▶ **BRIEF**:
Print exactly those lines that run from the beginning of the data to the line bearing "Status letters in", inclusive.

[Collected data]
──────────
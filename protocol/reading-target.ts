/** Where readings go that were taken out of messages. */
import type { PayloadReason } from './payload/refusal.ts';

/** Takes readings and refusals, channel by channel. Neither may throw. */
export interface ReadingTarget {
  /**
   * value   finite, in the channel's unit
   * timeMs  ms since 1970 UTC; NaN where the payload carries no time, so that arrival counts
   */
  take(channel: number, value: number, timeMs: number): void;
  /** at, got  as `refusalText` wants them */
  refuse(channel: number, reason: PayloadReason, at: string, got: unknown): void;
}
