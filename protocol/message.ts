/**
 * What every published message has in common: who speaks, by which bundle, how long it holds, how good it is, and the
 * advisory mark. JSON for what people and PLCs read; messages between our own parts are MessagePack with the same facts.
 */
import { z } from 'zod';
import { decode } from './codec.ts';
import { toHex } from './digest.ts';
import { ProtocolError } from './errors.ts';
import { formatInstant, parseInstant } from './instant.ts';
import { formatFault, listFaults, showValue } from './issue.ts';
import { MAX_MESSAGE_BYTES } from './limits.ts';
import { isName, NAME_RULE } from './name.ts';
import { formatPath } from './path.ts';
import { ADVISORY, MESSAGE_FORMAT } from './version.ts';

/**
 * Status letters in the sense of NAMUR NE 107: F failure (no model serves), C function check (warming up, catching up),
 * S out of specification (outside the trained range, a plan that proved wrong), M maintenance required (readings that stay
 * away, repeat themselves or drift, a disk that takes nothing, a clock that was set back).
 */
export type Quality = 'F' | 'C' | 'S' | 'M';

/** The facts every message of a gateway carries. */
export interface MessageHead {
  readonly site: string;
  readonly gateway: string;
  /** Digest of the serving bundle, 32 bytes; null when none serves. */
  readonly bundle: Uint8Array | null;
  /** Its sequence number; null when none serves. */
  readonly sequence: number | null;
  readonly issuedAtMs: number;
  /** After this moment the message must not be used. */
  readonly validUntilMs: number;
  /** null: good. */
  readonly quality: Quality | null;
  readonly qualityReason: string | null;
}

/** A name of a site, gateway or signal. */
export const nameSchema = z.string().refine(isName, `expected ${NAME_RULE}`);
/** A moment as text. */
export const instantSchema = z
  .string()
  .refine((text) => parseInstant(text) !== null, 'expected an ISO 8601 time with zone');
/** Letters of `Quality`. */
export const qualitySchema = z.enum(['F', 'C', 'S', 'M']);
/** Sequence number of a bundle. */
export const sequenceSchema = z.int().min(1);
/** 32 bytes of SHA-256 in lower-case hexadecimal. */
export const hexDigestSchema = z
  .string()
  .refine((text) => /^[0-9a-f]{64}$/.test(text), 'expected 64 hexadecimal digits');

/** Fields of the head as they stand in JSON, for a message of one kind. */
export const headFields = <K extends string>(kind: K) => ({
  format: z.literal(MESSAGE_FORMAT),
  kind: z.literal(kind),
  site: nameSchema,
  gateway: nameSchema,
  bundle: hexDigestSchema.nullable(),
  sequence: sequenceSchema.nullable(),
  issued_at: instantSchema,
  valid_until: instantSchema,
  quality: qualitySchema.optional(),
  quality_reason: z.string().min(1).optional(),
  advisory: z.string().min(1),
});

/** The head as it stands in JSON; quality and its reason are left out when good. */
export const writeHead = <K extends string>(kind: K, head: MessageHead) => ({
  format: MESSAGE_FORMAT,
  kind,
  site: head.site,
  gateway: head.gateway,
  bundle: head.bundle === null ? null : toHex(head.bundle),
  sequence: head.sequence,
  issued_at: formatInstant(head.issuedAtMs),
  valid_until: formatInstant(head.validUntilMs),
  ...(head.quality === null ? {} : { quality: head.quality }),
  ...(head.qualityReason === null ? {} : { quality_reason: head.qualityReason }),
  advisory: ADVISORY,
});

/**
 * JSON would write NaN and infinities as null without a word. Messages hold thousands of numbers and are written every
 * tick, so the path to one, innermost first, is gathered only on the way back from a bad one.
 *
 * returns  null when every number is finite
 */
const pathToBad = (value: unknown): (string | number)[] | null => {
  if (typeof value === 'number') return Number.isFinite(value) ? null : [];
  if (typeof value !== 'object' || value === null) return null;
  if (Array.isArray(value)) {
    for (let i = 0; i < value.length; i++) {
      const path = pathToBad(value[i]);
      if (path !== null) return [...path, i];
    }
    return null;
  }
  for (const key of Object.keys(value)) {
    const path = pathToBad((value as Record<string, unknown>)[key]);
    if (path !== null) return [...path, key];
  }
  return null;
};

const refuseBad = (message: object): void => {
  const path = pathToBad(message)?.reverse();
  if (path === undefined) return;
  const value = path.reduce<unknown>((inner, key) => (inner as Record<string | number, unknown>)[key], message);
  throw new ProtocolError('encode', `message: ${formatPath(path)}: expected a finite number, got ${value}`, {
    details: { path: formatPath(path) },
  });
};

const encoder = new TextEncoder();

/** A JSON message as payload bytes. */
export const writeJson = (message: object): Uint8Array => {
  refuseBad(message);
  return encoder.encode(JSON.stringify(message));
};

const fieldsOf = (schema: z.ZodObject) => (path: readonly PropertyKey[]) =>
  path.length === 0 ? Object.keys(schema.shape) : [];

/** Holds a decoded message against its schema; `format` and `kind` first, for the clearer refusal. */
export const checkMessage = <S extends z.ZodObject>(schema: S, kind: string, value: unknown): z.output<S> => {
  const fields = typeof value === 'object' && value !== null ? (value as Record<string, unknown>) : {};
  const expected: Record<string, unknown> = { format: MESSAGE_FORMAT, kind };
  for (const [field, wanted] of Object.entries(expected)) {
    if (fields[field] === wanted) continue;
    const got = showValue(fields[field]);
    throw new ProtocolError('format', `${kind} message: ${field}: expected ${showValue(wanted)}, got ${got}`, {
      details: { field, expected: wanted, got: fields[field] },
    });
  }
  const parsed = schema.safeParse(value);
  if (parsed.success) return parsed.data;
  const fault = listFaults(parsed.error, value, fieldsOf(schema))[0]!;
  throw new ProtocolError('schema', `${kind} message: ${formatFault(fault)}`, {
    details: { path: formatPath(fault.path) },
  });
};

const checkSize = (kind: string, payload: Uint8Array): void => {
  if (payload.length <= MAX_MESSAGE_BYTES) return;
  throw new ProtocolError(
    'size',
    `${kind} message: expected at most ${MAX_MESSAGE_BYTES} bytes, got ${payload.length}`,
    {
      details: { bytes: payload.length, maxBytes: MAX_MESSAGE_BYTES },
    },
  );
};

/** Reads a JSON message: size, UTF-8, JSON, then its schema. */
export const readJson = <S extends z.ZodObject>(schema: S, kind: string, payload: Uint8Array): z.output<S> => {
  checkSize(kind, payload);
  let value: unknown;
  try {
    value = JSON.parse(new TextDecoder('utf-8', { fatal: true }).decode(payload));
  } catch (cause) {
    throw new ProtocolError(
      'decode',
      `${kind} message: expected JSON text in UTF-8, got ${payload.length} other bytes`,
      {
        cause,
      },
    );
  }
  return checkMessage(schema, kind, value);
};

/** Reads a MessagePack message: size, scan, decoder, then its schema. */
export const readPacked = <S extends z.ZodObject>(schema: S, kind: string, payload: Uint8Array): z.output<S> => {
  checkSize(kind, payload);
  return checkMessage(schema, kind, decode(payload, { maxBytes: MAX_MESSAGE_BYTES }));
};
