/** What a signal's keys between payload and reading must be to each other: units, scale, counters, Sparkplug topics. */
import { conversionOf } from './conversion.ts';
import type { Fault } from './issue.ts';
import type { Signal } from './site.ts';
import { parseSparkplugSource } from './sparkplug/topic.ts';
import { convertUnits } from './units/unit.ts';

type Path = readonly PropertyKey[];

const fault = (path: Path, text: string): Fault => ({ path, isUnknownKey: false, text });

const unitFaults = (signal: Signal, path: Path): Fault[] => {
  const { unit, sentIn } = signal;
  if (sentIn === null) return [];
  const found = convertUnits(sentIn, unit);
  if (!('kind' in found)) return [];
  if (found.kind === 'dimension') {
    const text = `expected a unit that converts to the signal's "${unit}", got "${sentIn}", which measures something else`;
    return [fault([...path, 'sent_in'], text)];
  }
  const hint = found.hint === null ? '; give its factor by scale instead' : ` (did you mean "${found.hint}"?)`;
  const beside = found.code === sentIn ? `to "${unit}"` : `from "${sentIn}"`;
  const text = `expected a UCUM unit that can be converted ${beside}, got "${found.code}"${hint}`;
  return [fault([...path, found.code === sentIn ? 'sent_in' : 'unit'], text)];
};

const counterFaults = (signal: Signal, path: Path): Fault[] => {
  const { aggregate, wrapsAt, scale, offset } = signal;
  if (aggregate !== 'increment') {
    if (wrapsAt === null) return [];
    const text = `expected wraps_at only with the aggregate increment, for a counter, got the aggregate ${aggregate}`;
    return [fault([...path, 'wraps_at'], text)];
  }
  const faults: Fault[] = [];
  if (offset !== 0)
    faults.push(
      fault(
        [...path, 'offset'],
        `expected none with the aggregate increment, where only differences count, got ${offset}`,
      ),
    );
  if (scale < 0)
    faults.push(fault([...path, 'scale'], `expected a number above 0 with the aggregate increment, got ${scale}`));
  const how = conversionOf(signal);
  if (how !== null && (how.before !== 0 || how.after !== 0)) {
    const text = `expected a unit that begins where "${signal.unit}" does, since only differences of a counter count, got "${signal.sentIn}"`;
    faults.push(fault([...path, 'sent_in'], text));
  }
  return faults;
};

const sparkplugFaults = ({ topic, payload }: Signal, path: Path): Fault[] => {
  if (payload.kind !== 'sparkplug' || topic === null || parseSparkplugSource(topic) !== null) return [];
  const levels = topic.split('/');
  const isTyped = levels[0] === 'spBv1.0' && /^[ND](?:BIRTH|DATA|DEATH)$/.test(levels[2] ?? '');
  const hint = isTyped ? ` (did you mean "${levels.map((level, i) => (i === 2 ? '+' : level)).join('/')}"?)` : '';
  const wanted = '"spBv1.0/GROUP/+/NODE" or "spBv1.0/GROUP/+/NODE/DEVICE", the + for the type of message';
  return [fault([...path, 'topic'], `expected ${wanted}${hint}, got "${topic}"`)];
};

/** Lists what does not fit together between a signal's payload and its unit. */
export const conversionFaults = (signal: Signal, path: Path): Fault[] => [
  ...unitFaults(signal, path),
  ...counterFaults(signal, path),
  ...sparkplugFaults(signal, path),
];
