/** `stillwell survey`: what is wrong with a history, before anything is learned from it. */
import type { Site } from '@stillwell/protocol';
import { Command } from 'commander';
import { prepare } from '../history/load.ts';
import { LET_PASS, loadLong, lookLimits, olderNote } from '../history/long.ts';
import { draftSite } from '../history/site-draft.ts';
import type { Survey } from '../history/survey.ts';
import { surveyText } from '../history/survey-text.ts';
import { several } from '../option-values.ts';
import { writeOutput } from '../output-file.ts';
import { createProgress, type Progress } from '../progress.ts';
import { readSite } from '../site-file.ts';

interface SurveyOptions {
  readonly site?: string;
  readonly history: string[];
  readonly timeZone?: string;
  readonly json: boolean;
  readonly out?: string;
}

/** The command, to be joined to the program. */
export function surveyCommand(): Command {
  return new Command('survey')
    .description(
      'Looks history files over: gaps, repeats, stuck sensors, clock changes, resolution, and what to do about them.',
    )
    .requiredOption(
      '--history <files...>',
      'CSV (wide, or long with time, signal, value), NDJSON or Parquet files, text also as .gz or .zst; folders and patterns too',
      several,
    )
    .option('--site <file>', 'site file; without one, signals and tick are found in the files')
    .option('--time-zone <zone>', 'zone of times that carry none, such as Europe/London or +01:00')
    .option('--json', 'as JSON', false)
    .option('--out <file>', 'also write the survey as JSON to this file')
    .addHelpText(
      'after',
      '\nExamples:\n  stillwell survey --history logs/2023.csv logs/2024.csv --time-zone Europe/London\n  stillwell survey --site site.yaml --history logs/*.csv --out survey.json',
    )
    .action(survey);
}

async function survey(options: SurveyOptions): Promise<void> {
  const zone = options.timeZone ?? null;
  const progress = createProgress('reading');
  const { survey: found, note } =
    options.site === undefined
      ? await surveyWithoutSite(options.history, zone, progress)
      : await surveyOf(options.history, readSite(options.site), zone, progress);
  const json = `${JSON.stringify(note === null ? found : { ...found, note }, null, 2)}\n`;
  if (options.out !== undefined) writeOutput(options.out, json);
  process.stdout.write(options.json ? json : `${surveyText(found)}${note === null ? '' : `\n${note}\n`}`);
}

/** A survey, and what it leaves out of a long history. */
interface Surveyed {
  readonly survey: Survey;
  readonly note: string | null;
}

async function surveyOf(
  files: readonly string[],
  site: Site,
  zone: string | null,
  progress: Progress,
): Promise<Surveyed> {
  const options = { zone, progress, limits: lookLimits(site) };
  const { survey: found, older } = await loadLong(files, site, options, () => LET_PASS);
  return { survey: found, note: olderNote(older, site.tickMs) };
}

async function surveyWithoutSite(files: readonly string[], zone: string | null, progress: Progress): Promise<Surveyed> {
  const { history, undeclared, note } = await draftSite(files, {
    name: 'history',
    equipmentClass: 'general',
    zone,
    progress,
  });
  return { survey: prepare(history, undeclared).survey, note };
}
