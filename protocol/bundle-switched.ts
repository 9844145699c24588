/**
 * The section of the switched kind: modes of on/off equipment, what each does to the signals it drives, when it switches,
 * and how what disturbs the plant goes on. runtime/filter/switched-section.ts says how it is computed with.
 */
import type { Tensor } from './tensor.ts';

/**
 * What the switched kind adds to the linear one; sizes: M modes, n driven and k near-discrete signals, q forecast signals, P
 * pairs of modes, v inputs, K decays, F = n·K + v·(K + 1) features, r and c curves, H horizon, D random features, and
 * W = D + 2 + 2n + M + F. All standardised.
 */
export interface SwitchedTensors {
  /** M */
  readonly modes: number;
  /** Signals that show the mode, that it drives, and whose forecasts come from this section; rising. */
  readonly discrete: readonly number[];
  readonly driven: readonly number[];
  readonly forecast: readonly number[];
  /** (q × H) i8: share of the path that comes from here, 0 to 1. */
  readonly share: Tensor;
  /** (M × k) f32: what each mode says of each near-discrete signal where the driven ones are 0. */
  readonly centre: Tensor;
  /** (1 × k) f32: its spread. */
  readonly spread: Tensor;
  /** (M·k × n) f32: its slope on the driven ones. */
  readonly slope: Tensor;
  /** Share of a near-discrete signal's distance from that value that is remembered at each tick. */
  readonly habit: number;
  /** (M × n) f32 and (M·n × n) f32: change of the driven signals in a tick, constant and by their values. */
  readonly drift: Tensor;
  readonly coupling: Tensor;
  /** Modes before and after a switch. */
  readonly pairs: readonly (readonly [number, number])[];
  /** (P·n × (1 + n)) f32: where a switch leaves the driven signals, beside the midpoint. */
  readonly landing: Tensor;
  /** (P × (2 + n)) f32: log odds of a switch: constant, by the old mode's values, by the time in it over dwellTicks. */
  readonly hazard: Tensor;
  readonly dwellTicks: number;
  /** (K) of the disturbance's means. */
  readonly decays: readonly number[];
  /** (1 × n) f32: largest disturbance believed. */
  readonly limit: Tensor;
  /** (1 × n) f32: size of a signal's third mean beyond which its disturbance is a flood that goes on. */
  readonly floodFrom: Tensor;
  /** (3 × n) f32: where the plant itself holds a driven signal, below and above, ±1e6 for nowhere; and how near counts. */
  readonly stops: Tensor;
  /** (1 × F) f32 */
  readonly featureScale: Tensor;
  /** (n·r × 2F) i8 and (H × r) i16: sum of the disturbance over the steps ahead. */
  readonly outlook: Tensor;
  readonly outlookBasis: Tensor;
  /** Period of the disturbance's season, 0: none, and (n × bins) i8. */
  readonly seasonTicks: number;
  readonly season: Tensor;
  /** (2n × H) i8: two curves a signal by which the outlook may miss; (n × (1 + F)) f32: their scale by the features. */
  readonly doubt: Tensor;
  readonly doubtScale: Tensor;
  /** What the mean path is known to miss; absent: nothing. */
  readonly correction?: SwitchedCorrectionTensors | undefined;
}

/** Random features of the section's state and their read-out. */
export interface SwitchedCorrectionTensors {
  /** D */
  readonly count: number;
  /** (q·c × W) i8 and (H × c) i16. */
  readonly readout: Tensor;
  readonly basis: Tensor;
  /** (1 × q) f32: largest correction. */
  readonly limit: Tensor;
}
──────────
▶ **EXPECTED OUTPUT**:
filename protocol/reading-target.ts
/** Where readings go that were taken out of messages. */
import type { PayloadReason } from './payload/refusal.ts';

/** Takes readings and refusals, channel by channel. Neither may throw. */
export interface ReadingTarget {
  /**
   * value   finite, in the channel's unit
   * timeMs  ms since 1970 UTC; NaN where the payload carries no time, so that arrival counts
   */
  take(channel: number, value: number, timeMs: number): void;
  /** at, got  as `refusalText` wants them */
  refuse(channel: number, reason: PayloadReason, at: string, got: unknown): void;
}
filename protocol/message.ts
/**
 * What every published message has in common: who speaks, by which bundle, how long it holds, how good it is, and the
 * advisory mark. JSON for what people and PLCs read; messages between our own parts are MessagePack with the same facts.
 */
import { z } from 'zod';
import { decode } from './codec.ts';
import { toHex } from './digest.ts';
import { ProtocolError } from './errors.ts';
import { formatInstant, parseInstant } from './instant.ts';
import { formatFault, listFaults, showValue } from './issue.ts';
import { MAX_MESSAGE_BYTES } from './limits.ts';
import { isName, NAME_RULE } from './name.ts';
import { formatPath } from './path.ts';
import { ADVISORY, MESSAGE_FORMAT } from './version.ts';

/**
 * Status letters in the sense of NAMUR NE 107: F failure (no model serves), C function check (warming up, catching up),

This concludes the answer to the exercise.